Segment Open
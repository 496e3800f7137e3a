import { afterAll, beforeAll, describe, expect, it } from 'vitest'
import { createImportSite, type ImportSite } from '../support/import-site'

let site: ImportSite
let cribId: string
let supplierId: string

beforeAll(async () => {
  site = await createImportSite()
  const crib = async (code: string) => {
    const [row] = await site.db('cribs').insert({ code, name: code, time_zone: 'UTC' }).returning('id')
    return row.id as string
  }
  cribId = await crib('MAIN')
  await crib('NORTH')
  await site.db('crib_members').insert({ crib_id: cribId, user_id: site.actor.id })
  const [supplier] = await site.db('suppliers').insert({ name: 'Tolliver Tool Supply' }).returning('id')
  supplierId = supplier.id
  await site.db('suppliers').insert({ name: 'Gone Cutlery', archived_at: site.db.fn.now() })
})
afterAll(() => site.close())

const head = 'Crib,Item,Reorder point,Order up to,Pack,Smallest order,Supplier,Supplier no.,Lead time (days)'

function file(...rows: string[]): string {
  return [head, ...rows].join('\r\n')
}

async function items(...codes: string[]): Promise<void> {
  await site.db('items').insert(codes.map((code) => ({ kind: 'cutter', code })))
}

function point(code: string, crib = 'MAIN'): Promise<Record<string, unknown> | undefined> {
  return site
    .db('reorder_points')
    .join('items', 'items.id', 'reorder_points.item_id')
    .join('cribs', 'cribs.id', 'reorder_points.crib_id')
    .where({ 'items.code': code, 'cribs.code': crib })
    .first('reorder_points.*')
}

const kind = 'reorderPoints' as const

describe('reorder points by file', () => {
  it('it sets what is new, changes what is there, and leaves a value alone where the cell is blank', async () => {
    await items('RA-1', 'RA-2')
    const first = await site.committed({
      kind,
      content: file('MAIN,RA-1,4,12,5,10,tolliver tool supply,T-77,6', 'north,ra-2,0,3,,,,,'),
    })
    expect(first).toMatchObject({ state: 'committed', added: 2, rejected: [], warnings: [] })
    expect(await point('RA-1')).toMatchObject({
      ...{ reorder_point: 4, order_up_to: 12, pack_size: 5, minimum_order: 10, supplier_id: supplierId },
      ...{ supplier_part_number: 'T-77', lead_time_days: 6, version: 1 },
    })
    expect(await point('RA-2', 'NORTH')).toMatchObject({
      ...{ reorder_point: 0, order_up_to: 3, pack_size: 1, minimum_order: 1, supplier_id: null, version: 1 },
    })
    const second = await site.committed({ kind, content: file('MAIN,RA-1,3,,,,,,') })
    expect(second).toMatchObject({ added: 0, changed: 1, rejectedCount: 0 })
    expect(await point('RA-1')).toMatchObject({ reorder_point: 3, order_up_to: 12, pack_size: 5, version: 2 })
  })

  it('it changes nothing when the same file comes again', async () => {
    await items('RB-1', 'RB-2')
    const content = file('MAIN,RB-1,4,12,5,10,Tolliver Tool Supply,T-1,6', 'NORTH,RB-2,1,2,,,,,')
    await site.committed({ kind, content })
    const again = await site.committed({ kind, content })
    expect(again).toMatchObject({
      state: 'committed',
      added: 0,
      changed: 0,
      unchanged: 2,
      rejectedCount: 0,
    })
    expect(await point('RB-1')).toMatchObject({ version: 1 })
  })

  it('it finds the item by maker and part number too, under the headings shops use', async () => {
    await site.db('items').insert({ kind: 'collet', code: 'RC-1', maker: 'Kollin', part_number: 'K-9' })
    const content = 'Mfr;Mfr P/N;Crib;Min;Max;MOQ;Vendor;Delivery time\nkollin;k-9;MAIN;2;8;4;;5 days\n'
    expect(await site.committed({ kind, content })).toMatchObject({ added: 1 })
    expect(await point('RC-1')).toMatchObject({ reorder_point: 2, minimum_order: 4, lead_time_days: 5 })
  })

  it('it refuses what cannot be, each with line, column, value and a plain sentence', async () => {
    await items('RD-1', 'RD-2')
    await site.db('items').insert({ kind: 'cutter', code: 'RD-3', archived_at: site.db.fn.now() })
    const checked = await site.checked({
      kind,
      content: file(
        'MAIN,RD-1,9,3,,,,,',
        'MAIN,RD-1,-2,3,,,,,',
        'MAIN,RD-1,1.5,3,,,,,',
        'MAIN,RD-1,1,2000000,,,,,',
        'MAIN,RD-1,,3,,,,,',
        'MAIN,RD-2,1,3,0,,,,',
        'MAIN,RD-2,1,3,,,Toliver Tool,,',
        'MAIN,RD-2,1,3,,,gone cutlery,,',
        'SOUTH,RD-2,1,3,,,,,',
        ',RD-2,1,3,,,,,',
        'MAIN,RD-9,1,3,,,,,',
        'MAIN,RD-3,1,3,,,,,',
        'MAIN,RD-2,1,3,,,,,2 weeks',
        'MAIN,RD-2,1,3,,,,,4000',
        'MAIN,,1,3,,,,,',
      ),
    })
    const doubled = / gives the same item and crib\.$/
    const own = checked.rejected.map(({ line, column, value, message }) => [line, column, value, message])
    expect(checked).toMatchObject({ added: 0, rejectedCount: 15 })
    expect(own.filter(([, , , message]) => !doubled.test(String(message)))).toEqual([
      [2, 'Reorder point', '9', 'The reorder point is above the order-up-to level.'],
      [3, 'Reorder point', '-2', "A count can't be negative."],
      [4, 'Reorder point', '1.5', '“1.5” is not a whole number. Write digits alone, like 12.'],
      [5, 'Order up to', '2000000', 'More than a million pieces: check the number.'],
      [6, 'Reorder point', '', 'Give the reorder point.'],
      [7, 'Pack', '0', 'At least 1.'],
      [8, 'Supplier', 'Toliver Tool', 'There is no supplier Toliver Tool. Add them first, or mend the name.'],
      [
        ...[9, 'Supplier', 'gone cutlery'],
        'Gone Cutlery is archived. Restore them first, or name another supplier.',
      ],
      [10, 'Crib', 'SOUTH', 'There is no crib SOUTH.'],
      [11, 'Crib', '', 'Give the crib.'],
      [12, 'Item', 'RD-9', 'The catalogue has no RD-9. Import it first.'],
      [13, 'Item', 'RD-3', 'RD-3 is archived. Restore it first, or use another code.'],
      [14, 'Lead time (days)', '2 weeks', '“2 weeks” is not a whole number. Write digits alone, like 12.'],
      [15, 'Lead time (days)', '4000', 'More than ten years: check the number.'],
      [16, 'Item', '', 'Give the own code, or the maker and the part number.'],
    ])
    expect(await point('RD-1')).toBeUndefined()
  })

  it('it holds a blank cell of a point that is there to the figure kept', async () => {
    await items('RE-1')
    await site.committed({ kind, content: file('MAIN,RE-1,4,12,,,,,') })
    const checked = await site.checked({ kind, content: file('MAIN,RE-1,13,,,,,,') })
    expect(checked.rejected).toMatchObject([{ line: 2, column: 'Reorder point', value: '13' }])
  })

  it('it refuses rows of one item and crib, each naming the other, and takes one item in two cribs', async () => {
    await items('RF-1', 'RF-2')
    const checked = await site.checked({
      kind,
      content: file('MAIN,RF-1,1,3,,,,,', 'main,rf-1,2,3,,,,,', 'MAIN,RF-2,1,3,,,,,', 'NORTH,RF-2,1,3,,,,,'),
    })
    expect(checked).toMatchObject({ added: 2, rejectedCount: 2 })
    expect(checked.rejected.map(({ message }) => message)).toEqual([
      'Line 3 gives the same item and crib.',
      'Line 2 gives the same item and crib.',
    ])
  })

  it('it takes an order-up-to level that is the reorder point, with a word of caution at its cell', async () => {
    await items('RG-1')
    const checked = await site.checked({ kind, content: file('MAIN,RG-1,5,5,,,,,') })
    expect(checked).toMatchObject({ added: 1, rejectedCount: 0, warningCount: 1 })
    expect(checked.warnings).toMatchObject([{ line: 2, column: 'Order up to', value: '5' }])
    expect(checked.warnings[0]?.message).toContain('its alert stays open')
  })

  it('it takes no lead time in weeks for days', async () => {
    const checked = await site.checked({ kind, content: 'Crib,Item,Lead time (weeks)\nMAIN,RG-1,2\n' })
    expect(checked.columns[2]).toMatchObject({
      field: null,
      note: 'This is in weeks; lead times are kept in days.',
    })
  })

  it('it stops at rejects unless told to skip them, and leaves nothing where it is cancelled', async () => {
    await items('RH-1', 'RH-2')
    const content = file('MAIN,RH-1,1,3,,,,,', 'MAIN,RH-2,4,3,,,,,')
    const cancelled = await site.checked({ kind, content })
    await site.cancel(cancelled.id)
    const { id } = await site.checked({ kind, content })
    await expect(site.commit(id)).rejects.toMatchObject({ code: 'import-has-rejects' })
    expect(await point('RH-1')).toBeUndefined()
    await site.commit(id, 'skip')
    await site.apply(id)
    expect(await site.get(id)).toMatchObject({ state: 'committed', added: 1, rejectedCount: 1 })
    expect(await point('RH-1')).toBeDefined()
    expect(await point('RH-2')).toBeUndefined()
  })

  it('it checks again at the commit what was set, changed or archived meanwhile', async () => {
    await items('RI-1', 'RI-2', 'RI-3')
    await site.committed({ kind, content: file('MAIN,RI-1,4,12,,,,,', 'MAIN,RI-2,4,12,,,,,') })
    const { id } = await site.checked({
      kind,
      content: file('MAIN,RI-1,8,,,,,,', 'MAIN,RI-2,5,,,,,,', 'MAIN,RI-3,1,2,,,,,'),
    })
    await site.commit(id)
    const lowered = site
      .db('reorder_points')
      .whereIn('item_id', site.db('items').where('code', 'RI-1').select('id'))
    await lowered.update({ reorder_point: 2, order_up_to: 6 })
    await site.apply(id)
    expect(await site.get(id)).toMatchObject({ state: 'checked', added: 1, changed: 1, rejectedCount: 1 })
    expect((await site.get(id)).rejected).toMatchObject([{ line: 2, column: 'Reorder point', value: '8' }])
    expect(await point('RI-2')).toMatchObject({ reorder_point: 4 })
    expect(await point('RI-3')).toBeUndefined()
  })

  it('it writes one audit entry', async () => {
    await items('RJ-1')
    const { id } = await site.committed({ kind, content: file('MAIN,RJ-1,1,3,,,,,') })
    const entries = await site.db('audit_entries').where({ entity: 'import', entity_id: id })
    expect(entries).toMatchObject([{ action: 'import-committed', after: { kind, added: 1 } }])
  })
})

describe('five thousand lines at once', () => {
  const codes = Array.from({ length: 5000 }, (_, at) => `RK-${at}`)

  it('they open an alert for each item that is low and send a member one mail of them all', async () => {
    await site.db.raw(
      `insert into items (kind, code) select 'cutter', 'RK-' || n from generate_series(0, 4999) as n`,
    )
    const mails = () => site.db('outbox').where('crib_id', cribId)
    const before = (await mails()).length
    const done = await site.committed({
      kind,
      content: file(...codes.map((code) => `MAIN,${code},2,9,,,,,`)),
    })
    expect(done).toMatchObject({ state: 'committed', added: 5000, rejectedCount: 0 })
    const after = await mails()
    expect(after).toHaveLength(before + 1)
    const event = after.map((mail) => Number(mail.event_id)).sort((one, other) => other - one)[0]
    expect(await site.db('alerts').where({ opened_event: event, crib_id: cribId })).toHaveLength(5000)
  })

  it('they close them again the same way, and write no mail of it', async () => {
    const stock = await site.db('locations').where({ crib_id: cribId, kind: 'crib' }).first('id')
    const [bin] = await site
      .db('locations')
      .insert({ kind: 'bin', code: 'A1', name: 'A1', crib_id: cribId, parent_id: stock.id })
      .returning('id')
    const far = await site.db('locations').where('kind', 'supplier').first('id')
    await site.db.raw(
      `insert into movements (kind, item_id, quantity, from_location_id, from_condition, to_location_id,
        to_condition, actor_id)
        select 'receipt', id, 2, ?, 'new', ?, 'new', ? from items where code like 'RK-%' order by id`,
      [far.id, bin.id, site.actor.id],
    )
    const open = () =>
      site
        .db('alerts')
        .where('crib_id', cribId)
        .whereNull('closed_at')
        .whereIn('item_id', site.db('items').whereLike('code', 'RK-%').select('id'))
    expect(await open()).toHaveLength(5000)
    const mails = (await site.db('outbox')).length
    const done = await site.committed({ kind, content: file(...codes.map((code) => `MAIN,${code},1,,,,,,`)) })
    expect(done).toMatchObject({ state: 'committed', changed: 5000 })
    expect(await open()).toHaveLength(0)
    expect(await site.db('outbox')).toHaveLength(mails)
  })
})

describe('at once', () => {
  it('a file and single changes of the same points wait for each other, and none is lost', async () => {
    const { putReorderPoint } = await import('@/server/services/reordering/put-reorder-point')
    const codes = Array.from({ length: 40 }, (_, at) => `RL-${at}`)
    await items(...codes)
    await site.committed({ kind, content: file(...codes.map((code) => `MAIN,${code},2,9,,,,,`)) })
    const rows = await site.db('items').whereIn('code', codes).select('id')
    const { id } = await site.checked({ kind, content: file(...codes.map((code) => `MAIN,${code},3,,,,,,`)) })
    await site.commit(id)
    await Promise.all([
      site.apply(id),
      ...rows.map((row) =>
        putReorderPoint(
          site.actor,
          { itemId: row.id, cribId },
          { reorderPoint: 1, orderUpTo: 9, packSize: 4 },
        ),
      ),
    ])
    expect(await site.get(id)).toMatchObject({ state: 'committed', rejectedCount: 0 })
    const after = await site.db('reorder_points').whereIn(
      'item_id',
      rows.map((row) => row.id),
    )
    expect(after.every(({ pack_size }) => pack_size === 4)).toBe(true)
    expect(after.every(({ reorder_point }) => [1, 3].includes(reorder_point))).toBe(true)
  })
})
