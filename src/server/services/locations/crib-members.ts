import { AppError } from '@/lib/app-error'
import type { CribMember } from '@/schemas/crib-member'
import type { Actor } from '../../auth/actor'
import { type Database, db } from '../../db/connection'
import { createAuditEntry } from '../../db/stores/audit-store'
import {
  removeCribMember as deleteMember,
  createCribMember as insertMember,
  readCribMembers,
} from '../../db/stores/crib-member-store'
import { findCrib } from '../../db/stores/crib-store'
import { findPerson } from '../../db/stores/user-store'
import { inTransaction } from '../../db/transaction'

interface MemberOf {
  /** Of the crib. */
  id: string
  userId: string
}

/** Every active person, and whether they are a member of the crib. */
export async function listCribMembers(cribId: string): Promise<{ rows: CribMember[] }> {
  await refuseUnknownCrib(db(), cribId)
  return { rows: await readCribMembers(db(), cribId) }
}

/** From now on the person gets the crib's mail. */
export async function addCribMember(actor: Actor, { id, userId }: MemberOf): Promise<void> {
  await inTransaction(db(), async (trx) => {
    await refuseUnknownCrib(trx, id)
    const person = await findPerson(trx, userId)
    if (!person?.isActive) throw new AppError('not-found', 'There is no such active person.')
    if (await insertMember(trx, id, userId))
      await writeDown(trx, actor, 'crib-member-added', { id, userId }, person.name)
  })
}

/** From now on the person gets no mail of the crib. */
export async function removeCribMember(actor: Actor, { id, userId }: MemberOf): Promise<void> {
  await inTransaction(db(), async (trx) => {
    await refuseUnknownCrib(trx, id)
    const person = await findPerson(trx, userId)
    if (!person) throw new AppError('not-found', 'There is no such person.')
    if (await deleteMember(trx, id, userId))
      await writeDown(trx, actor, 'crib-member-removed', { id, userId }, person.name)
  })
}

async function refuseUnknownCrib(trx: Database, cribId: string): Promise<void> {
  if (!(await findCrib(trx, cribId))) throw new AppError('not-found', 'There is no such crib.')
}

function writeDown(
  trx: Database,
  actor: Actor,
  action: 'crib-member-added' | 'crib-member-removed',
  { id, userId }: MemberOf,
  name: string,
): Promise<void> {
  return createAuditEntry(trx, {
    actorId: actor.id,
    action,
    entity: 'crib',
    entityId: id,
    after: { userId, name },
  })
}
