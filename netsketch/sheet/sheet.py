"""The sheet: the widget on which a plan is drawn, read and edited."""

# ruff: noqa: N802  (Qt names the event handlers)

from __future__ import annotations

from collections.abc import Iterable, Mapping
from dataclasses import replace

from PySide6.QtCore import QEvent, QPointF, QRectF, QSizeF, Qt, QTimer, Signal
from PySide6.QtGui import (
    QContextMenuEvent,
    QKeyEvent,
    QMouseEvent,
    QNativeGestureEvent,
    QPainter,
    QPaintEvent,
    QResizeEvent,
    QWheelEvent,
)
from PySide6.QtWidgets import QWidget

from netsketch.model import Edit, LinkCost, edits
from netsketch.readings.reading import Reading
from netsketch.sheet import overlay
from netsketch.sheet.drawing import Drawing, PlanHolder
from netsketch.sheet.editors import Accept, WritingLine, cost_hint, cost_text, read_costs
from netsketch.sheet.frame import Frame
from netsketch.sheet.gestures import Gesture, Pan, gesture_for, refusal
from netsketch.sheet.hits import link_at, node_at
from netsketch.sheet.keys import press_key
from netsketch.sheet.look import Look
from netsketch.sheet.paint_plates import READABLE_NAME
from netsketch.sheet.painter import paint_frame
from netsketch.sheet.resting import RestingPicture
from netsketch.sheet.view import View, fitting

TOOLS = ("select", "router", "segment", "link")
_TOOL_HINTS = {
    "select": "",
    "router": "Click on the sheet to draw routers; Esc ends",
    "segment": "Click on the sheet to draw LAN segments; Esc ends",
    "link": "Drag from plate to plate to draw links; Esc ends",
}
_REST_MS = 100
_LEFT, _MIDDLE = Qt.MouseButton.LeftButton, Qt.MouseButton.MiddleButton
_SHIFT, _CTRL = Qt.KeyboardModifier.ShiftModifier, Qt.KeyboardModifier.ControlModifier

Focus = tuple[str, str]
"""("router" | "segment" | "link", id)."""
Segment Closed
• Exercise goal:
Scan the entries above for the string "filename" and copy each line containing it.

• Result of the exercise:
filename src/server/services/locations/crib-members.ts
filename netsketch/sheet/sheet.py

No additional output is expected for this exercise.